I think it was a combination of me not expecting a service like this, and the fact that you use terminology like "invite".

You mean that as in "add devices of friends by inviting them" right? Because the main question in my mind is "wait, who's generating the keys? who's storing the keys? who has access to my private key?"

I do not want to tell you how to write stuff, I'm an autistic nerd with limited people skills. But I think it would make more sense if you said something along the lines of "easy way to share client wireguard config with friends and family".


No, I get it. I'm not a network guy so I don't know the terminology :)

What I think is kind of confusing, is that I'm separating the notions of a Network Device and the WireGuard Keys that go with a device. So it's like this:

Network <-> Device <-> Invited Member <-> Interface (PrivateKeys)

As a network owner/admin, you get to define your devices, routes/connections etc. To associate and/or generate keys for those devices, there's a separate step, the Interfaces. Those are managed by end-users themselves, who can generate and encrypt their key set right from the browser.

Of course, you can just create an Interface for each device in your networks so that your end-users won't have to do anything other than scanning the QR codes or downloading the relevant configs to their devices.

This design makes it super clear who has access to what: Interfaces are owned by their creators, Devices are owned by their Network owners or the Member they were assigned to. Also makes it easier to make changes to WireGuard related data (key rotation maybe?) without needing to make changes to the network-level settings.

> "wait, who's generating the keys? who's storing the keys? who has access to my private key?"

So, the user owning the network or the device can generate keys for that device. The private keys, if provided, are encrypted in the browser before storing them on WireHub. The user who created the Interface has access to the private key, if they provided it, and if they remember the password they used to encrypt it in the first place.

If you forget the password to an Interface, you create a new Interface for that device with a new set of keys. The configs of all other devices will be updated to reflect that change (they will need to re-download and re-install of course).


Thank you for the quick how-to. Makes for a great intro to see how you thought about the workflow.

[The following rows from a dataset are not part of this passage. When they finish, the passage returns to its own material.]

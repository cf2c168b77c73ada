package org.shutline.cli;

import java.io.IOException;
import java.io.PrintWriter;
import java.nio.file.Path;
import java.util.Locale;
import java.util.concurrent.Callable;
import org.shutline.io.sample.GeneratedTown;
import org.shutline.io.sample.GridTown;
import org.shutline.io.sample.SampleTown;
import org.shutline.model.Network;
import org.shutline.model.Progress;
import picocli.CommandLine.Command;
import picocli.CommandLine.Option;
import picocli.CommandLine.Parameters;
import picocli.CommandLine.Spec;
import picocli.CommandLine.Model.CommandSpec;

/**
 * {@code shutline generate OUT [--mains N] [--seed S] [--format gpkg|shp]}: writes the
 * sample town ({@link SampleTown}) or, with {@code --mains}, a synthetic grid town of
 * exactly N mains ({@link GridTown}). The format defaults to gpkg when OUT ends in
 * {@code .gpkg}, else shp (OUT is then a folder). An existing OUT file, or an existing
 * folder that is not empty, is refused unless {@code --force} is given. Exit 0, or 2
 * when OUT cannot be written or is refused.
 */
@Command(name = "generate", mixinStandardHelpOptions = true,
    description = "Write the sample town, or a large synthetic grid town for benchmarks.")
public final class GenerateCommand implements Callable<Integer> {
    /** Output formats. */
    public enum Format { gpkg, shp }

    @Spec
    private CommandSpec spec;

    @Parameters(index = "0", paramLabel = "OUT", description = "a .gpkg file, or a folder for shapefiles")
    private Path out;

    @Option(names = "--mains", paramLabel = "N", description = "write a grid town of N mains instead of the sample town")
    private Integer mains;

    @Option(names = "--seed", paramLabel = "S", description = "random seed (default: the sample town's)")
    private Long seed;

    @Option(names = "--format", description = "gpkg or shp (default: from OUT's extension)")
    private Format format;

    @Option(names = "--force", description = "write over an existing OUT file, or into a folder that is not empty")
    private boolean force;

    @Override
    public Integer call() {
        PrintWriter o = spec.commandLine().getOut();
        long s = seed == null ? SampleTown.DEFAULT_SEED : seed;
        if (mains != null && mains < 20) {
            spec.commandLine().getErr().println("--mains must be at least 20");
            return 2;
        }
        String taken = force ? null : taken(out);
        if (taken != null) {
            spec.commandLine().getErr().println("generate: " + taken + "; give --force to write over it, or another OUT");
            return 2;
        }
        GeneratedTown town = mains == null ? SampleTown.generate(s) : GridTown.generate(mains, s);
        Format f = format != null ? format
            : out.getFileName().toString().toLowerCase(Locale.ROOT).endsWith(".gpkg") ? Format.gpkg : Format.shp;
        Progress progress = mains == null ? Progress.NONE : new TextProgress(spec.commandLine().getErr());
        try {
            if (f == Format.gpkg) town.writeGeoPackage(out, progress);
            else town.writeShapefiles(out, progress);
        } catch (IOException e) {
            spec.commandLine().getErr().println("cannot write " + out + ": " + e.getMessage());
            return 2;
        }
        Network n = town.network();
        o.printf(Locale.ROOT, "wrote %s (%s): %d mains, %d valves, %d stations, %d sensing taps, %d services, %d sources%n",
            out, f, n.mains().size(), n.valves().size(), n.stations().size(), n.taps().size(), n.services().size(),
            n.sources().size());
        o.flush();
        return 0;
    }

    /** Why writing to {@code out} would replace something already there, or null when nothing is there. */
    static String taken(Path out) {
        if (java.nio.file.Files.isRegularFile(out)) return out + " exists";
        if (java.nio.file.Files.isDirectory(out)) {
            try (java.util.stream.Stream<Path> s = java.nio.file.Files.list(out)) {
                if (s.findAny().isPresent()) return out + " is a folder that is not empty";
            } catch (IOException e) {
                return out + " is a folder that cannot be listed (" + e.getMessage() + ")";
            }
        }
        return null;
    }
}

I was able to follow it no problem and now understand the Connections section. Of course you have the pre-loaded examples in there as well. Pretty neat actually! What I also really like is the export function for a quick backup. Do you have an example of the cronjob?


Awesome! Glad you got it:)

So for the cronjob part, that only applies to devices assigned to guests, as they can be used without creating an account on wirehub.

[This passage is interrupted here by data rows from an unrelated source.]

package org.shutline.cli;

import java.io.PrintWriter;
import java.util.List;
import java.util.Locale;
import org.shutline.analysis.Placement;
import org.shutline.analysis.Zone;
import org.shutline.model.Network;
import org.shutline.model.Service;
import picocli.CommandLine;

/**
 * Where an incident or isolation is, from the location options ({@code --at},
 * {@code --usng}, {@code --main}, {@code --address}), placed on the network by
 * {@link Placement} with the same refusal rule for every command: a point farther
 * than {@code --max-distance-m} from every active main is refused (exit 2) with the
 * distance and the network's extent; a grid reference is placed at its cell's centre
 * and refused when the cell is larger than that distance or lies outside the network.
 * Numbers that are not finite are refused when the command line is read
 * ({@link FiniteNumber}).
 */
final class Locations {
    private Locations() {}

    /**
     * A placed location: the placement and the text naming what was given. {@code x, y}
     * is the point the incident is at (the point given, the grid cell's centre or the
     * service), NaN for a whole main.
     */
    record Located(Placement.Placed placed, String label) {
        Zone zone() {
            return placed.zone();
        }

        double x() {
            return placed.x();
        }

        double y() {
            return placed.y();
        }

        /** "Placed on main M-IP-007 (IP-1), moved 2.9 m to 512547.0, 4890600.0" or "Placed on main M-IP-007 (IP-1)". */
        String placedText() {
            Placement.Placed p = placed;
            if (p.edge() < 0) return "Placed " + p.describe();
            return "Placed " + p.describe() + String.format(Locale.ROOT, " to %.1f, %.1f", p.snappedX(), p.snappedY());
        }
    }

    /** Thrown for a location that is refused; the message says why. */
    static final class Refusal extends Exception {
        Refusal(String message) {
            super(message);
        }
    }

    static Located at(Placement pl, double[] at, String system, double maxM) throws Refusal {
        if (at.length != 2) throw new Refusal("--at takes X,Y");
        return point(pl, at[0], at[1], system, maxM, String.format(Locale.ROOT, "point %.1f,%.1f", at[0], at[1]));
    }

    static Located main(Placement pl, String mainId) throws Refusal {
        return placed(pl.main(mainId), "main " + mainId, "main " + mainId);
    }

    /**
     * A grid reference: the centre of its cell, refused when the cell is larger than
     * {@code maxM} (its centre may then be that far from the incident) or the centre is
     * not near the network.
     */
    static Located usng(Placement pl, GridSheets grid, String text, String system, double maxM) throws Refusal {
        GridSheets.Cell c;
        try {
            c = grid.locate(text);
        } catch (IllegalArgumentException e) {
            throw new Refusal(e.getMessage());
        }
        String label = "USNG " + text.trim();
        if (c.sizeM() == Integer.MAX_VALUE) {
            throw new Refusal(label + " names a whole grid zone (6 by 8 degrees), not a place; give the 100 km square and"
                    + " digits to " + Placement.metres(maxM) + " or finer");
        }
        if (c.sizeM() > maxM) {
            throw new Refusal(label + " names a cell of " + Placement.metres(c.sizeM()) + ", larger than the refusal distance of "
                    + Placement.metres(maxM) + ": the incident could be anywhere in it; give more digits");
        }
        if (!Double.isFinite(c.x()) || !Double.isFinite(c.y())) {
            throw new Refusal(label + " cannot be converted to the network's coordinate system");
        }
        return point(pl, c.x(), c.y(), system, maxM, label + String.format(Locale.ROOT, " (centre of its %s cell)",
                Placement.metres(c.sizeM())));
    }

    /**
     * A service address: the one service it names, placed where that service is
     * attached; null when it names several (they are listed on {@code err}).
     */
    static Located address(Placement pl, Network net, String text, String cmd, PrintWriter err) throws Refusal {
        List<Integer> found = Addresses.find(net, text);
        if (found.isEmpty()) throw new Refusal("no service with an address matching '" + text + "'");
        if (found.size() > 1) {
            err.println(cmd + ": the address '" + text + "' matches " + found.size() + " services; give one of:");
            for (int i = 0; i < Math.min(found.size(), 30); i++) {
                Service s = net.services().get(found.get(i));
                err.println("  " + s.id() + "  " + s.address());
            }
            if (found.size() > 30) err.println("  ... and " + (found.size() - 30) + " more");
            err.flush();
            return null;
        }
        Service s = net.services().get(found.get(0));
        String label = "address " + s.address() + " (service " + s.id() + ")";
        return placed(pl.service(found.get(0)), label, label);
    }

    private static Located point(Placement pl, double x, double y, String system, double maxM, String label) throws Refusal {
        return placed(pl.point(x, y, system, maxM), label, label);
    }

    private static Located placed(Placement.Result r, String label, String what) throws Refusal {
        if (r instanceof Placement.Refused f) {
            String hint = Double.isFinite(f.nearestM()) ? " (--max-distance-m sets the limit)" : "";
            throw new Refusal("refused: " + f.reason() + hint);
        }
        return new Located((Placement.Placed) r, label);
    }

    /** A command-line number that must be finite: NaN and infinities are refused when the line is read (exit 2). */
    static final class FiniteNumber implements CommandLine.ITypeConverter<Double> {
        @Override
        public Double convert(String value) {
            double d;
            try {
                d = Double.parseDouble(value.trim());
            } catch (NumberFormatException e) {
                throw new CommandLine.TypeConversionException("'" + value + "' is not a number");
            }
            if (!Double.isFinite(d)) throw new CommandLine.TypeConversionException("'" + value + "' is not a finite number");
            return d;
        }
    }

    /** A distance in metres that must be positive and finite. */
    static final class PositiveMetres implements CommandLine.ITypeConverter<Double> {
        @Override
        public Double convert(String value) {
            double d = new FiniteNumber().convert(value);
            if (!(d > 0) || d > OptionRange.MAX_DISTANCE_M.max()) {
                throw new CommandLine.TypeConversionException("'" + value + "' is not a distance in metres more than 0 and at most "
                        + OptionRange.num(OptionRange.MAX_DISTANCE_M.max()));
            }
            return d;
        }
    }
}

- Create your invite, Guest Role.

- Assign the Device to that Guest.

- Add an Interface on that Device.

- Preview the network as that Guest (click the eye icon next to their username). Open the URL in a new private window, because you need to:

- Accept the Invite.

- As that Guest, you'll just see the device(s) assigned to you. Click on the config button for any device and right click, copy the Download URL. That should contain the invite_code as well, which is basically the authorization token for that Guest.

Now, on your device, just curl the URL, like so:

``` curl 'https://wirehub.org/wirehub/n/hub-network/device/1/download?...' ```


I can't edit my previous comment but here's a better curl example:

`curl -s -o ./wg0.conf 'https://wirehub.org/wirehub/n/hub-network/device/1/download?...'`

This pulls the config and stores it in `wg0.conf`. The [Interface] section though is invalid (as there's no private key). So you'd have to either generate the keys on the server or somehow get them there. From then on it's just standard wg-quick and wg to create the interface and load your keys.

After the cron job, you'd want to do something like `wg syncconf wg0 <(wg-quick strip wg0)` so that wireguard picks up any changes from the pulled config.


Thanks - that's a really comprehensive response and I appreciate it.


Sure no problem :) let me know if you run into any issues. Email in profile.